Many of Chesapeake’s woes may have been exacerbated by allowing McClendon to take a slice of each of the company’s wells. Sure, he shared the costs of drilling but the way he borrowed reduced his personal risk, giving him an incentive to push Chesapeake into a perpetual spending spree. Furthermore, as a risk-taker by nature, McClendon pushed the firm to take on far too much debt – close to half of which resides off the balance sheet. The firm’s monstrous complexity, thanks to dozens of side deals, also looks to have been driven partly by a desire to fund this empire-building.

Unfortunately, the board’s moves don’t amount to enough. Chesapeake’s long underperformance meant the board had plenty of time to consider the impact of the well program’s perverse incentives. Even accounting for dividends, Chesapeake investors have lost about 40 percent over the past five years, against positive returns of more than 50 percent for rival EOG Resources and 85 percent for Range Resources.
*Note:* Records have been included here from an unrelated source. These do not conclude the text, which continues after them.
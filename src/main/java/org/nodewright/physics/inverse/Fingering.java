package org.nodewright.physics.inverse;

/**
 * One fingering and the note it should sound: which holes are open (index = hole number from the
 * input end, 0-based) and the target frequency.
 */
public record Fingering(String name, boolean[] open, double targetHz) {

    public Fingering {
        if (name == null || name.isBlank()) {
            throw new IllegalArgumentException("fingering name must not be blank");
        }
        if (open == null) {
            throw new IllegalArgumentException("fingering " + name + " needs its open holes");
        }
        open = open.clone();
        if (!(targetHz > 0) || !Double.isFinite(targetHz)) {
            throw new IllegalArgumentException("targetHz of " + name + " must be positive, was " + targetHz);
        }
    }

    @Override
    public boolean[] open() {
        return open.clone();
    }

    boolean isOpen(int hole) {
        return open[hole];
    }
}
Yet directors didn’t act until a media firestorm consumed the company. What little steps they have taken so far reinforce their unwillingness or inability to rein in McClendon’s risk-taking unless they have a gun to their heads. They virtually admit as much by allowing him to stay on as chairman until they identify his replacement, rather than having one of them take on the role, if only temporarily. In any event, one outsider is going to find it tough indeed to stand up to the firm’s founder and chief executive backed by a supine board.

At the very least, additional board members are needed, in addition to the two seeking reelection who shareholders can vote against in the upcoming annual meeting. McClendon has at least amassed an impressive energy portfolio. But he increasingly looks to be the wrong man to harvest these resources. His financial legerdemain has left the firm highly vulnerable and means investors may never get to reap the full benefits from Chesapeake’s most promising businesses.